==== ENTRIES SHOWN ====

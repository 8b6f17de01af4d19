-- episode_treatments: potassium-lowering treatment given for each high-potassium episode, one
-- row per (episode, treatment class) that was given.
--
-- DEFINITION
--   A treatment is a medication event of kind 'administer' (any route, any encounter) of the
--   patient whose ATC code starts with a code of a potassium-lowering class
--   ($potassium_lowering_codes: calcium, insulin, beta2_agonist, bicarbonate, binder,
--   loop_diuretic by default; DOMAIN.md 2.2), with start_at from onset_at to onset_at +
--   $treatment_window_hours (default 12 h), both inclusive.
--   Per class: first_at (the first such start_at), delay_minutes = first_at - onset_at,
--   delay_from_result_minutes = first_at - resulted_at of the onset result (NULL when the
--   result has no resulted_at; negative when treatment came before the result was reported),
--   n_administrations in the window.
--
-- DECISION: an event that matches two classes counts in both.
--
-- PARAMETERS: $potassium_lowering_codes, $treatment_window_hours.

CREATE VIEW episode_onset_results AS
SELECT e.episode_id, e.patient_id, e.onset_at, CAST(e.onset_at AS BIGINT) AS onset_us,
       l.resulted_at AS onset_resulted_at
FROM episodes e
LEFT JOIN lab_results l ON l.result_id = e.onset_result_id;

CREATE VIEW treatment_administrations AS
SELECT DISTINCT m.event_id, m.patient_id, m.start_at, CAST(m.start_at AS BIGINT) AS start_us,
       c.treatment_class
FROM medication_events m
JOIN $potassium_lowering_codes c ON starts_with(m.atc, c.atc_prefix)
WHERE m.kind = 'administer';

CREATE VIEW episode_treatment_windows AS
SELECT o.episode_id, o.patient_id, o.onset_at, o.onset_us, o.onset_resulted_at,
       t.treatment_class, t.start_at, t.start_us, t.event_id
FROM episode_onset_results o
JOIN treatment_administrations t ON t.patient_id = o.patient_id
WHERE t.start_us >= o.onset_us AND t.start_us <= o.onset_us + $treatment_window_hours_us;

SELECT
    episode_id,
    patient_id,
    treatment_class,
    MIN(start_at) AS first_at,
    (MIN(start_us) - MIN(onset_us)) / 60000000.0 AS delay_minutes,
    (MIN(start_us) - CAST(MIN(onset_resulted_at) AS BIGINT)) / 60000000.0
        AS delay_from_result_minutes,
    CAST(COUNT(*) AS BIGINT) AS n_administrations
FROM episode_treatment_windows
GROUP BY episode_id, patient_id, treatment_class
ORDER BY patient_id, episode_id, first_at, treatment_class;
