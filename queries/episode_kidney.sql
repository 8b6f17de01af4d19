-- episode_kidney: the kidney context of each high-potassium episode, one row per episode.
--
-- DEFINITION
--   baseline_egfr          median CKD-EPI 2021 eGFR (kidney_function) of the creatinine
--                          results collected in [onset - $baseline_egfr_days, onset] (default
--                          365 days; inclusive, so a creatinine of the onset draw counts; the
--                          median resists a single AKI value); NULL without one.
--   n_egfr                 how many results the median is of.
--   baseline_gfr_category  KDIGO category of baseline_egfr; 'unknown' when NULL.
--   latest_egfr_result_id, latest_egfr_at: the latest of those results (the evidence).
--   aki_stage              the highest KDIGO stage of an AKI result (kidney_function.aki)
--                          collected from $aki_before_hours (168) before to $aki_after_hours
--                          (24) after onset, inclusive; NULL when none.
--
-- PARAMETERS: $baseline_egfr_days, $aki_before_hours, $aki_after_hours.

CREATE VIEW episode_onsets AS
SELECT episode_id, patient_id, onset_at, CAST(onset_at AS BIGINT) AS onset_us, encounter_id
FROM episodes;

CREATE VIEW episode_baseline_egfr AS
SELECT o.episode_id, median(k.egfr) AS baseline_egfr, CAST(COUNT(k.egfr) AS BIGINT) AS n_egfr,
       MAX(k.collected_at) AS latest_at, MAX(k.result_id) AS latest_result_id
FROM episode_onsets o
JOIN kidney_function k ON k.patient_id = o.patient_id
WHERE k.egfr IS NOT NULL
  AND CAST(k.collected_at AS BIGINT) >= o.onset_us - $baseline_egfr_days_us
  AND CAST(k.collected_at AS BIGINT) <= o.onset_us
GROUP BY o.episode_id;

CREATE VIEW episode_aki_stage AS
SELECT o.episode_id, MAX(k.aki_stage) AS aki_stage
FROM episode_onsets o
JOIN (SELECT patient_id, collected_at, aki_stage FROM kidney_function WHERE aki) k
    ON k.patient_id = o.patient_id
WHERE CAST(k.collected_at AS BIGINT) >= o.onset_us - $aki_before_hours_us
  AND CAST(k.collected_at AS BIGINT) <= o.onset_us + $aki_after_hours_us
GROUP BY o.episode_id;

SELECT
    o.episode_id,
    o.patient_id,
    b.baseline_egfr,
    coalesce(b.n_egfr, CAST(0 AS BIGINT)) AS n_egfr,
    coalesce(kdigo_gfr_category(b.baseline_egfr), 'unknown') AS baseline_gfr_category,
    b.latest_result_id AS latest_egfr_result_id,
    b.latest_at AS latest_egfr_at,
    a.aki_stage
FROM episode_onsets o
LEFT JOIN episode_baseline_egfr b ON b.episode_id = o.episode_id
LEFT JOIN episode_aki_stage a ON a.episode_id = o.episode_id
ORDER BY o.patient_id, o.episode_id;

====

Track down all lines above with the string "PARAMETERS" and copy them.

-- PARAMETERS: $potassium_lowering_codes, $treatment_window_hours.
-- PARAMETERS: $baseline_egfr_days, $aki_before_hours, $aki_after_hours.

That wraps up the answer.